Most notably, the CAP_ALL_ON
will turn on all capabilities, which is
the logical equivalent of becoming super-user.
When it comes to the algorithm used to propagate capabilities, the only difference with the one we mentioned previously is that TrustedBSD doesn’t implement the concept of bounding-set, yet implements something different through a per-user maximum set.
One particularity of TrustedBSD is that it maintains a capability database
to associate a “default” and “maximum” capability set to users upon
login. The “maximum” set is the equivalent of a bounding set that exists
on a per-user basis, and not a global one.
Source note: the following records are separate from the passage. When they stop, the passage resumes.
"""Identifiers, keys, types, defaults, options, fields, geometries and numbers that models and scripts depend on.

They are written out here once more, on purpose: a change in the code has to be made here as well, knowingly.
"""

import html
import re

import pytest

pytest.importorskip("qgis")

from downwarp_checkout.plugin.bridge.fields import FIELDS, GEOMETRY, layer_fields
from qgis.core import (
    QgsApplication,
    QgsProcessingParameterDefinition,
    QgsProcessingParameterField,
    QgsProcessingParameterNumber,
    QgsWkbTypes,
)

NAMES = {
    "fittransects": "Fit plate along transects",
    "bendtransects": "Bend plate along transects",
    "sampletransects": "Sample transects",
    "fitstations": "Fit plate to stations",
    "laytransects": "Lay transects",
    "demolayers": "Make demo layers",
}

SETTINGS = [
    "Volcanic load on the seafloor",
    "Trench and outer rise",
    "Foreland basin",
    "Load removed (ice, lake, erosion)",
    "None of these",
]
UNITS = ["Metre", "Foot", "US survey foot", "Kilometre"]
PLATES = ["Continuous", "Broken", "Compare both", "As the setting"]
BREAKS = ["Line start", "Lowest DEM station", "At BREAK_KM", "Searched from BREAK_FROM to BREAK_TO", "As the setting"]
LOADS = ["Relief above the reference level", "DEM holds load thickness", "No relief load", "As the setting"]
FORCES = ["None", "Shear", "Moment", "Shear and moment", "As the setting"]
REGIONALS = ["None", "Level", "Level and tilt", "Level, tilt and bow", "As the setting"]
SUPPORTS = ["Continues", "Broken", "Pinned", "Clamped"]
ALIGNMENTS = ["By the line", "By each line's lowest point"]

# key: (type, default, options of an enum)
LINES = {"TRANSECTS": ("source", None), "NAME_FIELD": ("field", None)}
RELIEF = {
    "DEM": ("raster", None),
    "DEM_BAND": ("band", 1),
    "DEM_CRS": ("crs", None),
    "RELIEF_UNIT": ("enum", 0, UNITS),
}
OBSERVED = {"OBSERVED": ("raster", None)}
PICKS = {
    "PICKS": ("source", None),
    "PICK_ELEVATION": ("field", None),
    "PICK_SIGMA": ("field", None),
    "PICK_REACH": ("number", 10),
}
SEARCH = {"PLATE": ("enum", 3, PLATES), "TE_FROM": ("number", 1), "TE_TO": ("number", 100)}
BREAK = {
    "BREAK_AT": ("enum", 4, BREAKS),
    "BREAK_KM": ("number", None),
    "BREAK_FROM": ("number", None),
    "BREAK_TO": ("number", None),
}
LOAD = {
    "LOAD": ("enum", 3, LOADS),
    "REFERENCE_LEVEL": ("number", None),
    "LOAD_FROM": ("number", None),
    "LOAD_TO": ("number", None),
}
LOAD_AREA = {"LOAD_AREA": ("source", None)}
INSIDE = {"END_FORCES": ("enum", 4, FORCES), "REGIONAL": ("enum", 4, REGIONALS)}
DENSITIES = {
    "RHO_LOAD": ("number", None),
    "RHO_INFILL": ("number", None),
    "RHO_MANTLE": ("number", None),
    "RHO_WATER": ("number", None),
    "RHO_UNDER_LOAD": ("number", None),
    "FILL_SINKING_ONLY": ("boolean", False),
    "FILL_LEVEL": ("number", None),
}
CONSTANTS = {
    "YOUNG_GPA": ("number", 100),
    "POISSON": ("number", 0.25),
    "GRAVITY": ("number", 9.81),
    "IN_PLANE": ("number", 0),
}
SWATH = {
    "STEP_KM": ("number", None),
    "SWATH_KM": ("number", 0),
    "SWATH_LINES": ("number", 1),
    "SWATH_ALIGN": ("enum", 0, ALIGNMENTS),
}
WINDOW = {"FIT_FROM": ("number", None), "FIT_TO": ("number", None)}
EXCLUDE = {"FIT_EXCLUDE": ("source", None)}
WEIGHTS = {"SIGMA_M": ("number", None), "ROBUST": ("boolean", False), "CONFIDENCE": ("number", 90)}
SETTING = {"SETTING": ("enum", 0, SETTINGS)}
STATION_FIELDS = {
    "INPUT": ("source", None),
    "DISTANCE": ("field", "distance_km"),
    "LOAD_FIELD": ("field", "dem_m"),
    "OBSERVED_FIELD": ("field", "observed_m"),
    "SIGMA_FIELD": ("field", "sigma_m"),
    "TRANSECT_FIELD": ("field", "transect"),
}
FIT_SINKS = dict.fromkeys(
    ("PROFILES", "STATIONS", "MARKERS", "PARAMETERS", "MISFIT", "CHOICES", "ALONG_STRIKE"), ("sink", None)
)
FIT = {**SEARCH, **BREAK, **LOAD, **INSIDE, **DENSITIES, **CONSTANTS, **WINDOW, **WEIGHTS, **SETTING, **FIT_SINKS}
REPORT = {"REPORT": ("fileDestination", None)}

KEYS = {
    "fittransects": {**LINES, **RELIEF, **OBSERVED, **PICKS, **LOAD_AREA, **SWATH, **EXCLUDE, **FIT, **REPORT},
    "fitstations": {**STATION_FIELDS, **FIT, **REPORT},
    "bendtransects": {
        **LINES,
        **RELIEF,
        **SETTING,
        **LOAD,
        **LOAD_AREA,
        **DENSITIES,
        **CONSTANTS,
        **SWATH,
        "TE_KM": ("number", 25),
        "PLATE": ("enum", 0, PLATES[:2]),
        "BREAK_AT": ("enum", 0, BREAKS[:3]),
        "BREAK_KM": ("number", None),
        "END_SHEAR": ("number", 0),
        "END_MOMENT": ("number", 0),
        "START_SUPPORT": ("enum", None, SUPPORTS),
        "FINISH_SUPPORT": ("enum", 0, SUPPORTS),
        **dict.fromkeys(("PROFILES", "STATIONS", "MARKERS"), ("sink", None)),
    },
    "sampletransects": {**LINES, **RELIEF, **OBSERVED, **SWATH, "STATIONS": ("sink", None)},
    "laytransects": {
        "GUIDE": ("source", None),
        "SPACING_KM": ("number", 25),
        "BEFORE_KM": ("number", 0),
        "AFTER_KM": ("number", 400),
        "SIDE": ("enum", 0, ["Left to right", "Right to left"]),
        "SMOOTH_KM": ("number", 100),
        "CENTRES": ("source", None),
        "DIRECTIONS": ("number", 8),
        "RADIUS_KM": ("number", 400),
        "TRANSECTS": ("sink", None),
    },
    "demolayers": {"OUTPUT_FOLDER": ("folderDestination", None)},
}
NEEDED = {
    "fittransects": {"TRANSECTS", "DEM", "PROFILES", "STATIONS"},
    "fitstations": {"INPUT", "PROFILES", "STATIONS"},
    "bendtransects": {"TRANSECTS", "DEM", "PROFILES", "STATIONS"},
    "sampletransects": {"TRANSECTS", "DEM", "STATIONS"},
    "laytransects": {"TRANSECTS"},
    "demolayers": {"OUTPUT_FOLDER"},
}
NUMBERS = ["TE_KM", "TE_LOW_KM", "TE_HIGH_KM", "RMS_M", "TRANSECTS_FITTED"]

OUTPUT_FIELDS = {
    "STATIONS": "transect, distance_km, dem_m, load_mpa, observed_m, sigma_m, in_fit, deflection_m, predicted_m, "
    "predicted_low_m, predicted_high_m, residual_m, slope, moment_n, shear_n_per_m, curvature_per_m, "
    "fibre_stress_mpa, te_km, infill_kg_m3",
    "PROFILES": "transect, setting, plate, te_km, te_low_km, te_high_km, rigidity_nm, flexural_parameter_km, break_km, "
    "break_low_km, break_high_km, end_shear_n_per_m, end_moment_n, regional_level_m, regional_tilt_m_per_km, rms_m, "
    "stations_fit, stations_effective, deepest_m, deepest_km, node_km, bulge_m, bulge_km, young_gpa, poisson, "
    "gravity_m_s2, rho_mantle, rho_infill, rho_load, remarks",
    "MARKERS": "transect, kind, distance_km, deflection_m, elevation_m",
    "PARAMETERS": "transect, plate, parameter, value, low, high, unit, origin",
    "MISFIT": "transect, plate, te_km, break_km, rms_m, relative_likelihood",
    "CHOICES": "transect, choice, option, te_km, te_low_km, te_high_km, rms_m",
    "ALONG_STRIKE": "transect, along_strike_km, place_km, setting, plate, te_km, te_low_km, te_high_km, break_km, "
    "break_low_km, break_high_km, deepest_m, deepest_km, node_km, bulge_m, bulge_km, end_shear_n_per_m, "
    "end_shear_low_n_per_m, end_shear_high_n_per_m, end_moment_n, end_moment_low_n, end_moment_high_n, rms_m, "
    "young_gpa, poisson, gravity_m_s2, rho_mantle, rho_infill, rho_load",
}
TEXT = {
    "transect", "setting", "plate", "kind", "parameter", "unit", "origin", "choice", "option", "remarks",
}  # fmt: skip


def algorithm(name):
    return QgsApplication.processingRegistry().algorithmById(f"downwarp:{name}")


def test_the_provider_has_these_algorithms(provider):
    """Every identifier with its name."""
    assert provider.id() == "downwarp"
    shown = {each.name(): each.displayName() for each in provider.algorithms()}
    assert {name: shown.get(name) for name in NAMES} == NAMES


@pytest.mark.parametrize("name", NAMES)
def test_keys_have_their_types_defaults_and_options(name):
    """Keys of the contract; those beyond it are new ones, all optional or with a default."""
    definitions = {each.name(): each for each in algorithm(name).parameterDefinitions()}
    assert set(KEYS[name]) <= set(definitions)
    for key, (kind, default, *options) in KEYS[name].items():
        definition = definitions[key]
        assert definition.type() == kind, key
        if kind not in ("sink", "fileDestination", "folderDestination"):
            assert definition.defaultValue() == default, key
        if options:
            assert definition.options() == options[0], key
            assert not definition.allowMultiple()
            assert not definition.usesStaticStrings(), "static strings break headless use"
    optional = QgsProcessingParameterDefinition.Flag.FlagOptional
    needed = {key for key, each in definitions.items() if not each.flags() & optional}
    assert needed == NEEDED[name]


@pytest.mark.parametrize("name", NAMES)
def test_numbers_and_fields_take_what_they_say(name):
    """Numbers are real but for counts; fields of a layer name their parent; field keys take any type of field."""
    whole = {"SWATH_LINES", "DIRECTIONS", "SEED", "WORKERS", "TE_ZONES"}
    for each in algorithm(name).parameterDefinitions():
        if each.type() == "number":
            real = QgsProcessingParameterNumber.Type.Double
            assert (each.dataType() == real) == (each.name() not in whole), each.name()
        if each.type() == "field":
            assert each.parentLayerParameterName() in KEYS[name]
            assert each.dataType() == QgsProcessingParameterField.DataType.Any


@pytest.mark.parametrize("name", ["fittransects", "fitstations"])
def test_fits_return_numbers(name):
    """The numbers beside the layers."""
    numbers = [each.name() for each in algorithm(name).outputDefinitions() if each.type() == "outputNumber"]
    assert numbers == NUMBERS


@pytest.mark.parametrize("output", OUTPUT_FIELDS)
def test_fields_of_the_outputs(output):
    """Names in order, whatever stands between them, and text where the value is text."""
    contract = OUTPUT_FIELDS[output].split(", ")
    assert [name for name in FIELDS[output] if name in contract] == contract
    for field in layer_fields(output):
        if field.name() in contract:
            assert field.isNumeric() == (field.name() not in TEXT), field.name()


def test_geometries_of_the_outputs():
    """PointZ, LineStringZM, and none for tables."""
    types = QgsWkbTypes.Type
    assert GEOMETRY["STATIONS"] == GEOMETRY["MARKERS"] == types.PointZ
    assert GEOMETRY["PROFILES"] == types.LineStringZM
    assert GEOMETRY["ALONG_STRIKE"] == types.Point
    assert not {"PARAMETERS", "MISFIT", "CHOICES"} & set(GEOMETRY)


@pytest.mark.parametrize("name", NAMES)
def test_everything_has_help(name):
    """Every key, every output and every field of an output has help, and the panel's text shows all of it."""
    each = algorithm(name)
    shown = html.unescape(re.sub("<[^>]+>", "", each.shortHelpString()))
    assert each.shortDescription()
    assert each.help()["summary"] and each.help()["tags"]
    for definition in each.parameterDefinitions():
        text = each.help_of("parameters", definition.name()) or each.help_of("outputs", definition.name())
        assert text, definition.name()
        assert html.unescape(re.sub("<[^>]+>", "", text)) in shown, definition.name()
        for field in FIELDS.get(definition.name(), ()):
            if definition.type() == "sink":
                assert f"{field}: {each.help_of('fields', field)}" in shown, field
                assert each.help_of("fields", field), field
    for output in each.outputDefinitions():
        assert each.help_of("outputs", output.name()), output.name()


def test_help_names_nothing_that_is_not_there(provider):
    """No help for keys, outputs or fields that no algorithm has."""
    from downwarp_checkout.plugin.bridge.algorithm import SHARED_HELP, read_help

    algorithms = provider.algorithms()
    keys = {each.name() for one in algorithms for each in one.parameterDefinitions()}
    outputs = {each.name() for one in algorithms for each in one.outputDefinitions()}
    fields = {field for names in FIELDS.values() for field in names}
    shared = read_help(algorithms[0].module_file().with_name(SHARED_HELP))
    assert set(shared["parameters"]) <= keys
    assert set(shared["outputs"]) <= keys | outputs
    assert set(shared["fields"]) <= fields
    for one in algorithms:
        own = {each.name() for each in one.parameterDefinitions()}
        assert set(one.help().get("parameters", {})) <= own
        assert set(one.help().get("outputs", {})) <= {each.name() for each in one.outputDefinitions()} | own
        assert set(one.help().get("fields", {})) <= fields


@pytest.mark.parametrize("name", NAMES)
def test_help_speaks_in_sentences(name):
    """Help of keys and outputs ends as a sentence does: nothing is cut off."""
    each = algorithm(name)
    for definition in each.parameterDefinitions():
        text = each.help_of("parameters", definition.name()) or each.help_of("outputs", definition.name())
        assert text.endswith("."), definition.name()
This also means, that a user
not listed in the capability database will not have any capabilities in
its set.
The file is found in /etc/capability
and is compiled into
/etc/capability.db
by issuing pcap_mkdb(8)
to regenerate the
database file. It consists of a colon-separated list of users, their
default capability sets and the maximum sets. The format of the sets
follows the POSIX.1e/2c grammar we’ve seen above.
username:default_set:maximum_set
For example, give root all capabilities:
root:all=ep:all=eip
Remove all capabilities of the root user:
root:all=:all=
Give the backup user the possibility to read any file on the system:
backup:CAP_DAC_READ_SEARCH=eip,CAP_MAC_READ=eip:\
CAP_DAC_READ_SEARCH=eip,CAP_MAC_READ=EIP
For the management of POSIX capabilities, TrustedBSD offers the commands
getpcap
, setfcap
, and getfcap
. These print the process capabilities
in text format, alter the capability set of a file, and print the
capability set of a file in text format, respectively.
While TrustedBSD’s implementation was promising, it was halted short and many of the features are half-working such as the “maximum” per-user set, which seems to be ignored in the code.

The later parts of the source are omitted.